Bisnis.com, JAKARTA -- Tuntutan hukuman mati terhadap Komisaris Utama PT Trada Alam Minera Tbk (TRAM) Heru Hidayat menuai polemik.
Ada yang mendukung tuntutan tersebut, tetapi tak sedikit yang mengkritisi tuntutan mati yang diajukan oleh jaksa.
Bagi yang mendukung, tuntutan mati memang perlu diterapkan karena nilai kerugian negara akibat korupsi Asabri mencapai Rp22,7 triliun. Salah satu skandal korupsi terbesar sejak Indonesia merdeka.
Sementara yang menolak, umumnya mereka mengkritisi teknis penerapan pasal hukuman mati bagi Heru Hidayat.
Para pengkritik tuntutan mati itu mencium adanya inkonsistensi penerapan pasal dalam dakwaan dan tuntutan terhadap Heru Hidayat.
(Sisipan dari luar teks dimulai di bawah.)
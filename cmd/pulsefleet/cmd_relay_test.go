package main

import (
	"bytes"
	"context"
	"encoding/json"
	"os"
	"path/filepath"
	"strings"
	"testing"
	"time"

	"github.com/pulsefleet/pulsefleet/internal/store"
)

// relayCmd runs the relay command in-process and decodes its JSON line.
func relayCmd(t *testing.T, ctx context.Context, stdin string, args ...string) (code int, rep relayReport, stderr string) {
	t.Helper()
	var out, errb bytes.Buffer
	code = run(ctx, append([]string{"relay"}, args...), stdio{in: strings.NewReader(stdin), out: &out, err: &errb})
	return code, decodeRelayJSON(t, out.String(), errb.String()), errb.String()
}

func decodeRelayJSON(t *testing.T, stdout, stderr string) (rep relayReport) {
	t.Helper()
	lines := strings.Split(strings.TrimSpace(stdout), "\n")
	if last := lines[len(lines)-1]; last != "" {
		if err := json.Unmarshal([]byte(last), &rep); err != nil {
			t.Errorf("relay's last stdout line is not JSON: %q (%v); stderr:\n%s", last, err, stderr)
		}
	}
	return rep
}

func writeLines(t *testing.T, path string, lines []string) {
	t.Helper()
	if err := os.WriteFile(path, []byte(strings.Join(lines, "\n")+"\n"), 0o644); err != nil {
		t.Fatal(err)
	}
}

// ledgerOf opens a stopped gateway's store and returns the device's ingest
// ledger totals.
func ledgerOf(t *testing.T, dir, device string) store.LedgerTotal {
	t.Helper()
	db, err := store.Open(dir, store.Options{})
	if err != nil {
		t.Fatal(err)
	}
	defer db.Close()
	tot, err := db.LedgerTotals()
	if err != nil {
		t.Fatal(err)
	}
	return tot[device]
}

// Ten minutes of 100 Hz samples from a file go as fast as the gateway
// acknowledges them (a real-time run would take ten minutes; the test's
// own deadline is the only bound, no timing is asserted) and the JSON line
// balances: every line read is acknowledged or rejected with a reason.
func TestRelayFileGoesAtAcknowledgementSpeedAndBalances(t *testing.T) {
	addr, dir, stop := startTestGateway(t)
	in := filepath.Join(t.TempDir(), "ten-minutes.csv")
	lines := ppgLines(600, 100, 18, 7, true)
	writeLines(t, in, lines)
	ctx, cancel := context.WithTimeout(context.Background(), 5*time.Minute)
	defer cancel()
	code, rep, stderr := relayCmd(t, ctx, "", "--gateway", addr, "--device", "relay-file", "--model", "proto-t",
		"--in", in, "--rate", "100", "--adc-bits", "18")
	if code != 0 {
		t.Fatalf("exit %d; stderr:\n%s", code, stderr)
	}
	t.Logf("%+v", rep)
	want := uint64(len(lines) - 1) // the header is not a sample
	if rep.LinesRead != want || rep.SamplesAcked != want || rep.LinesRejected != 0 || rep.Unacked != 0 {
		t.Errorf("read %d, acked %d, rejected %d, unacked %d; want %d read and acked", rep.LinesRead, rep.SamplesAcked, rep.LinesRejected, rep.Unacked, want)
	}
	if rep.LinesRead+rep.FromSpool != rep.SamplesAcked+rep.LinesRejected {
		t.Errorf("JSON line does not balance: %+v", rep)
	}
	if err := stop(); err != nil {
		t.Fatal(err)
	}
	l := ledgerOf(t, dir, "relay-file")
	if l.Samples != want || !l.Distinct {
		t.Errorf("store ledger %+v, want %d samples, each sequence once", l, want)
	}
}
Dalam dakwaan pasal yang dikenakan terhadap Heru Hidayat adalah Pasal 2 ayat 1 Undang-undang Tipikor. Sedangkan saat tuntutan, Heru justru dituntut mati, dimana hukuman mati bukan cakupan pasal tersebut.
Baca Juga
Adapun nama Heru Hidayat memang mendapat banyak sorotan belakangan ini karena keterlibatannya dalam skandal korupsi yang ditangani oleh kejaksaan. Dia telah divonis seumur hidup karena terbukti bersalah dalam perkara korupsi Jiwasraya.
Selain itu sebagian asetnya juga telah disita oleh negara sebagai upaya untuk mengembalikan kerugian negara yang nilainya triliunan rupiah.
Heru juga terancam dieksekusi mati jika hakim sampai perkara tersebut inkracht mengabulkan permintaan jaksa yakni menjatuhkan hukuman mati terhadap Heru Hidayat.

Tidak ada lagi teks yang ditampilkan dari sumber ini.